Not only is this short timeframe key to ensuring the swiftest possible intervention, but as demonstrated in a number of studies, PCT has shown the best performance among other laboratory parameters for differentiating patients with sepsis from those with a systemic inflammatory reaction not related to an infectious cause. In a study published in Critical Care Medicine in 2000 [Muller, B. Critic Care Med. 28 (4); 977-983, April 2000], calcitonin sensitivity (89 percent) and specificity (94 percent) far exceeded that of interleukin-6, CRP and lactate, underscoring the biomarker’s reliability. Moreover, PCT has demonstrated itself to be the only laboratory parameter that has made a significant contribution to the clinical diagnosis of sepsis. Conversely, information obtained from interleukin-6, interleukin-8, and CRP have not had an impact on the clinical diagnosis of sepsis on admission. Finally, a study published in Critical Care Medicine in 2006 [Jensen et al Crit Care Med 2006; 34:2596-2602] demonstrated that a high and increasing level of PCT recorded within the first 24 hours represents an early independent predictor of all-cause mortality in a 90-day follow-up period after ICU discharge. Risk of mortality increases for every day that PCT increases, whereas increases in CRP or white blood cell count did not seem to predict mortality. 

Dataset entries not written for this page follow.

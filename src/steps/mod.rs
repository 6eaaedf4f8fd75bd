//! Steps: formula trees and their renderings.
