//! Names of like things, folded: `feed.pump[1..3]`.

use rustc_hash::FxHashMap;

/// Names shown where a list stands inside a line.
const SHOWN: usize = 3;
/// Names shown where a reader signs for each.
const LISTED: usize = 200;

/// Names in few words, for the head of a step or inside a sentence.
pub fn folded(names: &[String]) -> String {
    // `packA, given s works` and `packB, given s works` have one condition.
    if let Some((_, condition)) = names.first().and_then(|n| n.split_once(", given "))
        && names.len() > 1
    {
        let heads: Option<Vec<String>> = names
            .iter()
            .map(|n| n.strip_suffix(condition)?.strip_suffix(", given ").map(str::to_string))
            .collect();
        if let Some(heads) = heads {
            return format!("{}, given {condition}", joined(&heads, SHOWN));
        }
    }
    joined(names, SHOWN)
}

/// Every name, like copies as a range.
pub fn listed(names: &[String]) -> String {
    joined(names, LISTED)
}

/// The names of a step, all of them, and the one that stands in formulas: the
/// range where there is one, else the first name for any of them.
pub(super) fn head_and_symbol(names: &[String]) -> (String, String) {
    let head =
        if names.first().is_some_and(|n| n.contains(", given ")) { folded(names) } else { listed(names) };
    let symbol =
        if runs(names).len() == 1 { head.clone() } else { names.first().cloned().unwrap_or_default() };
    (head, symbol)
}

fn joined(names: &[String], most: usize) -> String {
    let runs = runs(names);
    let mut out = runs.iter().take(most).cloned().collect::<Vec<_>>().join(", ");
    if runs.len() > most {
        out.push_str(&format!(" and {} more", runs.len() - most));
    }
    out
}

/// One entry for each run of names that differ in one number of a copy that counts on.
fn runs(names: &[String]) -> Vec<String> {
    struct Run {
        first: String,
        // Place of the number, and what it has come to.
        number: Option<(usize, usize, u32)>,
    }
    let mut runs: Vec<Run> = Vec::new();
    // The names that would go on with a run, and how.
    let mut wanted: FxHashMap<String, (usize, usize, usize, u32)> = FxHashMap::default();
    for name in names {
        let found = wanted.remove(name).filter(|(run, at, ..)| match runs[*run].number {
            None => true,
            Some((place, ..)) => place == *at,
        });
        let run = match found {
            Some((run, at, close, number)) => {
                runs[run].number = Some((at, close, number));
                run
            }
            None => {
                runs.push(Run { first: name.clone(), number: None });
                runs.len() - 1
            }
        };
        for (open, close, number) in numbers(name) {
            let next = format!("{}{}{}", &name[..=open], number + 1, &name[close..]);
            wanted.entry(next).or_insert((run, open, numbers_end(&runs[run].first, open), number + 1));
        }
    }
    runs.into_iter()
        .map(|run| match run.number {
            None => run.first,
            Some((open, close, last)) => {
                let first = &run.first;
                format!("{}{}..{last}{}", &first[..=open], &first[open + 1..close], &first[close..])
            }
        })
        .collect()
}

/// The numbers of copies in a name: where each opens, where it closes, and what it is.
fn numbers(name: &str) -> Vec<(usize, usize, u32)> {
    name.match_indices('[')
        .filter_map(|(open, _)| {
            let close = open + name[open..].find(']')?;
            Some((open, close, name[open + 1..close].parse().ok()?))
        })
        .collect()
}

fn numbers_end(name: &str, open: usize) -> usize {
    name[open..].find(']').map_or(name.len(), |n| open + n)
}

#[cfg(test)]
mod tests {
    use super::*;

    fn fold(names: &[&str]) -> String {
        folded(&names.iter().map(|n| (*n).to_string()).collect::<Vec<_>>())
    }

    #[test]
    fn copies_become_ranges() {
        assert_eq!(fold(&["p[1]", "p[2]", "p[3]"]), "p[1..3]");
        assert_eq!(fold(&["f.l[9].p", "f.l[10].p"]), "f.l[9..10].p");
        assert_eq!(fold(&["l[1].a", "l[1].b", "l[2].a", "l[2].b"]), "l[1..2].a, l[1..2].b");
        assert_eq!(fold(&["p[1]", "p[3]"]), "p[1], p[3]");
        assert_eq!(fold(&["a", "b", "c", "d", "e"]), "a, b, c and 2 more");
    }

    #[test]
    fn one_condition_is_said_once() {
        assert_eq!(fold(&["packA, given s works", "packB, given s works"]), "packA, packB, given s works");
        assert_eq!(fold(&["a, given s works", "b"]), "a, given s works, b");
    }
}
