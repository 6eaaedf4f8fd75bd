//! From a plan and its data to steps: each step's result is what its formula
//! evaluates to.

use super::formula::{Formula, Side};
use super::list::{Outcome, Rule, Step, StepList};
use crate::engine::diagram;
use crate::engine::plan::{Block, BlockId, Plan, Stands};
use crate::language::words::ClauseWord;
use crate::language::{Expr, ExprId, Suffix};
use crate::number::{Chance, Real};
use crate::source::Span;
use crate::system::{Base, Exposure, Item, Model, Node, NodeId, Pace, Part, Quantity, System};
use rustc_hash::{FxHashMap, FxHashSet};

/// Members of an unlike k of n whose states are written out one by one.
const WRITTEN_OUT: usize = 4;
/// Members of a like k of n whose binomial terms are written out.
const BINOMIAL: usize = 12;

/// The most characters of a name that is a piece of the note's text.
const NAME: usize = 48;

/// What a block comes to among the steps.
#[derive(Clone, Copy, PartialEq, Eq, Debug)]
enum Operand {
    Step(usize),
    Works,
    Fails,
}

/// Writes the steps of one system.
struct Writer<'w, 'a> {
    model: &'w Model<'a>,
    system: &'w System,
    plan: &'w Plan,
    exposure: &'w Exposure,
    list: StepList,
    results: Vec<Chance>,
    blocks: Vec<Option<Operand>>,
    /// The number of the exposure in the ledger.
    under: usize,
    /// Blocks of things that stand in several places: each has a step of its
    /// own, since the steps on its two states name it alone.
    own: FxHashSet<BlockId>,
    /// Nodes that a network was reduced to, below its topmost.
    inner: FxHashSet<NodeId>,
}

/// Adds the steps of a system to `list`; gives what each main block comes to.
pub fn write(
    model: &Model<'_>,
    system: &System,
    plan: &Plan,
    exposure: &Exposure,
    mut list: StepList,
) -> (StepList, Written) {
    let results = list.results();
    let exposures = &mut list.ledger.exposures;
    let under = exposures.iter().position(|e| alike(e, &exposure.parts)).unwrap_or_else(|| {
        exposures.push(exposure.parts.clone());
        exposures.len() - 1
    });
    list.ledger.systems += 1;
    // Figures among the steps have no names of their own.
    let steps = &list.steps;
    let named = list.ledger.names.len();
    list.ledger.names.extend(steps.iter().skip(named).map(|s| vec![s.thing.clone()]));
    let mut writer = Writer {
        model,
        system,
        plan,
        exposure,
        list,
        results,
        blocks: vec![None; plan.len()],
        under,
        own: plan.shared().into_iter().collect(),
        inner: inner_nodes(model, system),
    };
    for id in plan.blocks() {
        if !plan.is_case(id) {
            let operand = writer.main_block(id);
            writer.blocks[id.0 as usize] = Some(operand);
        }
    }
    writer.finish_names();
    (writer.list, Written { blocks: writer.blocks })
}

/// Whether two exposures are the same, wherever they are written.
fn alike(a: &[Part], b: &[Part]) -> bool {
    let what = |p: &Part| (p.name, p.base, p.amount.clone(), p.stress.clone());
    a.len() == b.len() && a.iter().zip(b).all(|(a, b)| what(a) == what(b))
}

/// What the blocks of a system came to among the steps.
#[derive(Clone, Debug)]
pub struct Written {
    blocks: Vec<Option<Operand>>,
}

impl Written {
    /// The last step of a main block, or whether it works for certain.
    pub fn of(&self, block: BlockId) -> Result<usize, bool> {
        match self.blocks.get(block.0 as usize).copied().flatten() {
            Some(Operand::Step(step)) => Ok(step),
            Some(Operand::Works) => Err(true),
            Some(Operand::Fails) | None => Err(false),
        }
    }
}
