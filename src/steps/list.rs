//! Steps: one for each thing that is computed, in the order they rest on each other.

use super::formula::{Formula, Side};
use crate::number::{Chance, Real};
use crate::source::Span;
use crate::system::Part;
use rustc_hash::{FxHashMap, FxHashSet};

/// How a step computes, with its published source.
#[derive(Clone, Copy, PartialEq, Eq, Debug)]
pub enum Rule {
    /// The probability as the note gives it.
    Given,
    /// A constant rate over the exposure.
    Exposure,
    /// The same probability at each occurrence.
    Occurrences,
    /// Several ways to fail on one item, in series.
    Ways,
    /// All of several independent things.
    Series,
    /// Any of several independent things.
    Parallel,
    /// At least k of n things with equal chances.
    LikeVote,
    /// At least k of n things with unequal chances.
    UnlikeVote,
    /// Over the states of a thing that stands in several places.
    TotalProbability,
    /// A node of a decision diagram.
    DiagramNode,
    /// A state of a network on the frontier of what is decided.
    NetworkState,
    /// A network of too many states to be shown.
    Network,
    /// Arithmetic that the note asks for.
    Arithmetic,
    /// A measure of importance.
    Importance,
}

impl Rule {
    /// The rule's name.
    pub fn name(self) -> &'static str {
        match self {
            Rule::Given => "as given",
            Rule::Exposure => "exponential law",
            Rule::Occurrences => "independent occurrences",
            Rule::Ways => "ways to fail in series",
            Rule::Series => "series",
            Rule::Parallel => "parallel",
            Rule::LikeVote => "k of n, like members",
            Rule::UnlikeVote => "k of n, unlike members",
            Rule::TotalProbability => "total probability",
            Rule::DiagramNode => "diagram node",
            Rule::NetworkState => "state of a network",
            Rule::Network => "frontier method",
            Rule::Arithmetic => "arithmetic",
            Rule::Importance => "importance",
        }
    }

    /// Where the rule is published; empty for the note's own data and arithmetic.
    /// Sources are cited from memory.
    pub fn source(self) -> &'static str {
        match self {
            Rule::Given | Rule::Arithmetic => "",
            Rule::Occurrences => "product law for independent events",
            Rule::Exposure | Rule::Ways => "IEC 61703; Rausand and Hoyland, System Reliability Theory, ch. 2",
            Rule::Series | Rule::Parallel => "IEC 61078, reliability block diagrams",
            Rule::LikeVote => "IEC 61078, m out of n, binomial law",
            Rule::UnlikeVote => "Barlow and Heidtmann, IEEE Trans. Reliability R-33 (1984)",
            Rule::TotalProbability => {
                "Barlow and Proschan, Statistical Theory of Reliability (1975), pivotal decomposition"
            }
            Rule::Importance => "Birnbaum (1969); Rausand and Hoyland, System Reliability Theory, ch. 5",
            Rule::NetworkState | Rule::Network => {
                "Carlier and Lucet, Discrete Applied Mathematics 65 (1996); Hardy, Lucet and Limnios, IEEE Trans. Reliability 56 (2007)"
            }
            Rule::DiagramNode => "Bryant, IEEE Trans. Computers C-35 (1986); Rauzy (1993)",
        }
    }
}

/// What a step comes to.
#[derive(Clone, PartialEq, Debug)]
pub enum Outcome {
    /// A probability, both tails.
    Chance(Chance),
    /// A figure in a unit.
    Figure(Real, String),
}

/// One step.
#[derive(Clone, PartialEq, Debug)]
pub struct Step {
    /// The thing or things that it is about; like copies share a step.
    pub thing: String,
    /// Its name in formulas: the first of several.
    pub symbol: String,
    /// Where the thing is written.
    pub place: Option<Span>,
    /// How it is computed.
    pub rule: Rule,
    /// The formula for "works", or for the figure.
    pub works: Formula,
    /// The formula for "fails".
    pub fails: Formula,
    /// Which of the two is printed.
    pub shown: Side,
    /// What it comes to.
    pub outcome: Outcome,
}

impl Step {
    /// The formula that is printed.
    pub fn formula(&self) -> &Formula {
        match self.shown {
            Side::Works => &self.works,
            Side::Fails => &self.fails,
        }
    }
}

/// All steps of an answer.
#[derive(Clone, PartialEq, Debug, Default)]
pub struct StepList {
    /// The steps; a formula refers to them by position.
    pub steps: Vec<Step>,
    /// The defaults that acted.
    pub assumptions: Vec<String>,
    /// What the reader should know of the list itself.
    pub remarks: Vec<String>,
    pub(super) ledger: Ledger,
}

/// What has been written, so that several systems in one list state what they
/// have in common once.
#[derive(Clone, PartialEq, Debug, Default)]
pub(super) struct Ledger {
    /// The step that computes something, by what it computes.
    pub(super) known: FxHashMap<String, usize>,
    /// The names of the things that a step is about.
    pub(super) names: Vec<Vec<String>>,
    pub(super) named: FxHashSet<(usize, String)>,
    /// The exposures so far: data under different ones are different.
    pub(super) exposures: Vec<Vec<Part>>,
    /// How many systems have been written.
    pub(super) systems: usize,
}

impl StepList {
    /// The chances of all steps by position; figures stand as perfect, and no formula uses them.
    pub fn results(&self) -> Vec<Chance> {
        self.steps
            .iter()
            .map(|s| match s.outcome {
                Outcome::Chance(chance) => chance,
                Outcome::Figure(..) => Chance::PERFECT,
            })
            .collect()
    }
}
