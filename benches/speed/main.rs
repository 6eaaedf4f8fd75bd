//! Times as ratios to floors, both measured in turn in one run.
//!
//! Absolute times differ between machines and hours; a ratio to work that
//! nobody can leave out differs much less. `cargo bench` runs everything;
//! `cargo bench -- fill small` runs the groups named.
#![allow(clippy::print_stdout)]

mod networks;
mod note;
mod process;

use pulldown_cmark::{Options, Parser};
use std::hint::black_box;
use std::time::{Duration, Instant};

fn main() {
    let arguments: Vec<String> = std::env::args().skip(1).filter(|a| a != "--bench").collect();
    if process::floor(&arguments) {
        return;
    }
    let wanted = |group: &str| arguments.is_empty() || arguments.iter().any(|a| a == group);
    println!("{:<58} {:>9} {:>6}", "case", "ratio", "goal");
    if wanted("fill") {
        fill();
    }
    if wanted("process") {
        process::large(&note::note(10_000_000, 10_000, 1));
    }
    if wanted("small") {
        process::small(&note::note(5_000, 5, 2));
    }
    if wanted("systems") {
        systems();
    }
    if wanted("sizes") {
        sizes();
    }
    if wanted("networks") {
        networks::networks();
    }
}

/// One line of the table.
fn row(case: &str, ratio: f64, goal: Option<f64>) {
    let goal = goal.map_or("-".to_string(), |g| format!("{g}"));
    println!("{case:<58} {ratio:>9.2} {goal:>6}");
}

/// The median of the ratios of pairs: `work` and `floor` take turns, so that
/// what else the machine does falls on both.
fn paired(rounds: usize, mut work: impl FnMut() -> Duration, mut floor: impl FnMut() -> Duration) -> f64 {
    work();
    floor();
    let mut ratios: Vec<f64> = (0..rounds).map(|_| work().as_secs_f64() / floor().as_secs_f64()).collect();
    ratios.sort_by(f64::total_cmp);
    ratios[rounds / 2]
}

fn timed<T>(work: impl FnOnce() -> T) -> Duration {
    let start = Instant::now();
    let made = black_box(work());
    let took = start.elapsed();
    drop(made);
    took
}

/// What any program does that finds fences by the rules of Markdown.
fn parse(text: &str) -> usize {
    Parser::new_ext(text, Options::ENABLE_TABLES).into_offset_iter().map(|(_, range)| range.len()).sum()
}

fn filled(text: &str) -> usize {
    let filled = tieback::note::fill("note.md", text);
    assert!(filled.asked.iter().all(|a| !a.error), "{:?}", filled.problems.first());
    filled.asked.len()
}

fn fill() {
    let text = note::note(10_000_000, 10_000, 1);
    let floor = || timed(|| parse(&text));
    row("fill 10 MB, 10,000 blocks / parse it", paired(15, || timed(|| filled(&text)), floor), Some(2.0));
    let find = || timed(|| tieback::document::markdown::find(&text, 0));
    row("  of that, finding the places", paired(15, find, floor), None);
    let prose = text.replace("tieback", "text");
    row("fill 10 MB without a block / parse it", paired(15, || timed(|| filled(&prose)), floor), None);
}

fn systems() {
    for (case, text) in [
        ("500 nested, a fifth repeated / parse", note::nested(500, 3)),
        ("100,000 in series in one line / parse", note::long(100_000, false)),
        ("9,700 of 10,000 / parse", note::long(10_000, true)),
    ] {
        row(case, paired(7, || timed(|| filled(&text)), || timed(|| parse(&text))), None);
    }
}

/// Makes a note of a size.
type Make<'a> = &'a dyn Fn(usize) -> String;

/// Times that must grow with the size and no faster, in seconds.
fn sizes() {
    let deep =
        |n: usize| format!("```tieback\na = 0.9\nb = {}a{}\nR(b) ?\n```\n", "(".repeat(n), ")".repeat(n));
    let wide = |n: usize| note::long(n, false);
    let names = |n: usize| {
        let lines: String = (0..n).map(|i| format!("name_{i} = 0.9\n")).collect();
        format!("```tieback\n{lines}R(name_{}) ?\n```\n", n / 2)
    };
    let cases: [(&str, Make<'_>, usize); 3] =
        [("names", &names, 1_000_000), ("in series", &wide, 1_000_000), ("parentheses", &deep, 100_000)];
    for (case, make, size) in cases {
        let (part, whole) = (make(size / 4), make(size));
        let mut seconds = 0.0;
        let ratio = paired(
            3,
            || {
                let took = timed(|| filled(&whole));
                seconds = took.as_secs_f64();
                took
            },
            || timed(|| filled(&part)),
        );
        let case = format!("{size} {case}, {:.1} MB, {seconds:.2} s / a quarter", whole.len() as f64 / 1e6);
        row(&case, ratio, Some(5.0));
    }
}
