"""Jobs are promised once, ring in order, and are done once."""

from datetime import timedelta

import pytest
from django.db import IntegrityError, transaction

from ledger.foundation import outbox, transactions
from ledger.foundation.models import Job
from tests.conftest import CommittingDatabase, TickingClock


def _promise(clock: TickingClock, key: str, *, days: int = 0, commons_id: int = 1) -> bool:
    return outbox.enqueue(
        commons_id=commons_id,
        kind="judge",
        key=key,
        due_at=clock() + timedelta(days=days),
        payload={"day": key, "count": 3},
        clock=clock,
    )


@pytest.mark.django_db
def test_same_key_twice_is_one_job(ticking_clock: TickingClock) -> None:
    assert _promise(ticking_clock, "2026-03-01")
    assert not _promise(ticking_clock, "2026-03-01", days=5)
    (job,) = outbox.due(at=ticking_clock(), limit=10)
    assert (job.key, job.payload, job.attempts) == (
        "2026-03-01",
        {"day": "2026-03-01", "count": 3},
        0,
    )


@pytest.mark.django_db
def test_due_in_order_and_up_to_the_limit(ticking_clock: TickingClock) -> None:
    for key, days in (("c", 2), ("a", 0), ("b", 1), ("late", 9)):
        _promise(ticking_clock, key, days=days)
    _promise(ticking_clock, "elsewhere", commons_id=2)
    at = ticking_clock() + timedelta(days=2)
    assert [job.key for job in outbox.due(at=at, limit=10)] == ["a", "elsewhere", "b", "c"]
    assert [job.key for job in outbox.due(at=at, commons_id=1, limit=2)] == ["a", "b"]


@pytest.mark.django_db
def test_done_once(ticking_clock: TickingClock) -> None:
    _promise(ticking_clock, "a")
    (job,) = outbox.due(at=ticking_clock(), limit=1)
    begun = outbox.begin(job_id=job.id, at=ticking_clock())
    assert begun is not None and begun.attempts == 1
    assert outbox.hold(job_id=job.id)
    outbox.mark_done(job_id=job.id, outcome="judged", at=ticking_clock())
    assert outbox.due(at=ticking_clock(), limit=1) == []
    assert outbox.begin(job_id=job.id, at=ticking_clock()) is None
    assert not outbox.hold(job_id=job.id)
    with pytest.raises(outbox.JobNotOpen):
        outbox.mark_done(job_id=job.id, outcome="judged", at=ticking_clock())
    with pytest.raises(outbox.JobNotOpen):
        outbox.mark_failed(job_id=job.id, error="late", again_at=ticking_clock())
    row = Job.objects.get(pk=job.id)
    assert (row.outcome, row.done_at, row.attempts) == ("judged", ticking_clock(), 1)


@pytest.mark.django_db
def test_a_failed_job_rings_again(ticking_clock: TickingClock) -> None:
    _promise(ticking_clock, "a")
    (job,) = outbox.due(at=ticking_clock(), limit=1)
    outbox.begin(job_id=job.id, at=ticking_clock())
    again_at = ticking_clock() + timedelta(hours=1)
    outbox.mark_failed(job_id=job.id, error="no figures", again_at=again_at)
    assert outbox.due(at=ticking_clock(), limit=1) == []
    (again,) = outbox.due(at=again_at, limit=1)
    assert (again.id, again.attempts, again.due_at) == (job.id, 1, again_at)
    assert Job.objects.get(pk=job.id).last_error == "no figures"


@pytest.mark.django_db
def test_the_database_holds_a_job_to_one_key(ticking_clock: TickingClock) -> None:
    _promise(ticking_clock, "a")
    with pytest.raises(IntegrityError):
        Job.objects.create(
            commons_id=1,
            kind="judge",
            key="a",
            due_at=ticking_clock(),
            payload={},
            enqueued_at=ticking_clock(),
        )


def test_promising_needs_a_transaction_and_goes_back_with_it(
    committing_db: CommittingDatabase, ticking_clock: TickingClock
) -> None:
    with pytest.raises(transactions.NoTransaction):
        _promise(ticking_clock, "a")
    with transaction.atomic():
        _promise(ticking_clock, "a")
        transaction.set_rollback(True)
    assert outbox.due(at=ticking_clock(), limit=1) == []


@pytest.mark.django_db
def test_a_job_is_not_begun_before_it_is_due(ticking_clock: TickingClock) -> None:
    _promise(ticking_clock, "a", days=1)
    job = Job.objects.get()
    assert outbox.begin(job_id=job.pk, at=ticking_clock()) is None
    job.refresh_from_db()
    assert job.attempts == 0


@pytest.mark.django_db
def test_a_job_whose_attempts_never_end_is_parked_and_stays_visible(
    ticking_clock: TickingClock,
) -> None:
    _promise(ticking_clock, "bad")
    _promise(ticking_clock, "good")
    bad, _ = outbox.due(at=ticking_clock(), limit=2)
    for attempt in range(1, 6):
        begun = outbox.begin(job_id=bad.id, at=ticking_clock())
        assert begun is not None and begun.attempts == attempt
        # It comes last from its first death on.
        assert [job.key for job in outbox.due(at=ticking_clock(), limit=9)] == ["good", "bad"]
    assert outbox.begin(job_id=bad.id, at=ticking_clock()) is None
    assert [job.key for job in outbox.due(at=ticking_clock(), limit=9)] == ["good"]
    (parked,) = outbox.parked(commons_id=1)
    assert (parked.job.key, parked.parked_at) == ("bad", ticking_clock())
    assert "went down in each of the last 5 attempts" in parked.last_error
    assert outbox.parked(commons_id=2) == []


@pytest.mark.django_db
def test_attempts_that_end_are_not_counted_towards_parking(ticking_clock: TickingClock) -> None:
    """A job that fails in words, or is done, ended: only workers that go down count."""
    _promise(ticking_clock, "a")
    (job,) = outbox.due(at=ticking_clock(), limit=1)
    for _ in range(4):
        outbox.begin(job_id=job.id, at=ticking_clock())
    outbox.mark_failed(job_id=job.id, error="no figures", again_at=ticking_clock())
    for attempt in range(5, 10):
        begun = outbox.begin(job_id=job.id, at=ticking_clock())
        assert begun is not None and begun.attempts == attempt
    assert outbox.parked() == []


@pytest.mark.django_db
def test_the_backlog_counts_what_is_overdue_and_what_is_parked(
    ticking_clock: TickingClock,
) -> None:
    nothing = outbox.Backlog(open_due=0, oldest_due_at=None, parked=0)
    assert outbox.backlog(at=ticking_clock()) == nothing
    for key, days in (("old", -3), ("now", 0), ("later", 1), ("done", -9), ("parked", -8)):
        _promise(ticking_clock, key, days=days)
    done, stuck, *_ = outbox.due(at=ticking_clock(), limit=9)
    outbox.mark_done(job_id=done.id, outcome="", at=ticking_clock())
    for _ in range(6):
        outbox.begin(job_id=stuck.id, at=ticking_clock())
    assert outbox.backlog(at=ticking_clock()) == outbox.Backlog(
        open_due=2, oldest_due_at=ticking_clock() - timedelta(days=3), parked=1
    )
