"""Time and chance at the edge."""

from datetime import UTC, datetime, timedelta

from ledger.foundation import clocks


def test_system_clock_is_aware_and_now() -> None:
    now = clocks.system_clock()
    assert now.utcoffset() == timedelta(0)
    assert abs(now - datetime.now(tz=UTC)) < timedelta(minutes=1)


def test_same_seed_same_bytes() -> None:
    one, other = clocks.seeded_chance(7), clocks.seeded_chance(7)
    assert [one(16) for _ in range(3)] == [other(16) for _ in range(3)]
    assert clocks.seeded_chance(8)(16) != clocks.seeded_chance(7)(16)


def test_system_chance_does_not_repeat() -> None:
    assert len(clocks.system_chance(16)) == 16
    assert clocks.system_chance(16) != clocks.system_chance(16)
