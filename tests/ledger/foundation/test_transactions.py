"""Operations refuse to run outside a transaction."""

import pytest
from django.db import transaction

from ledger.foundation import transactions
from tests.conftest import CommittingDatabase


@transactions.required
def _double(*, number: int) -> int:
    """Return twice the number."""
    return 2 * number


def test_outside_a_transaction_is_refused(committing_db: CommittingDatabase) -> None:
    with pytest.raises(transactions.NoTransaction, match="_double must be called inside"):
        _double(number=2)


def test_inside_a_transaction_runs(committing_db: CommittingDatabase) -> None:
    with transaction.atomic():
        assert _double(number=2) == 4


def test_keeps_name_and_docstring() -> None:
    assert (_double.__name__, _double.__doc__) == ("_double", "Return twice the number.")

An Additional Tool in an Emergency Physician’s Armamentarium

The integration of PCT into diagnostic and treatment algorithms in the ED can be beneficial for earlier recognition and treatment of sepsis. In a study comparing clinical models with and without PCT, it was found that when PCT was added, the ability to diagnose sepsis was significantly improved [Harbarth S. Am J Resp Crit Care. 2001;164: 396-402] 

False negative results with PCT can occur in very early presentation of systemic infection or with a localized process such as an abscess. False positive elevations can occur in patients with chemical pneumonitis, ARDS, burns, pancreatitis and neuroendocrine cell line tumors. The dynamic characteristics are however different from those seen with sepsis. We recommend using PCT like a troponin (when ruling out myocardial infarction). Our protocol is to obtain serial PCTs, initially when obtaining blood cultures at time zero then at 12 hours and again at 24 hours.

While no single test is used in isolation, when PCT is utilized in the correct clinical setting it is an invaluable addition to our diagnostic armamentarium when addressing an infected, possibly septic patient. This novel biomarker can also help optimize antibiotic treatment decisions and assist clinicians in developing more targeted use of their clinical resources. 


Devendra N. Amin, MD, FCCM, FCCP, is an assistant professor in the Dept. of Family Practice, University of South Florida at Morton Plant Hospital and Medical Director of Critical Care Services at Morton Plant Hospital. Dr. Amin is one of the earliest adopters of the new rapid PCT testing in the U.S. and is in the process of collecting data for a manuscript on the role of PCT testing in the management of septic patients.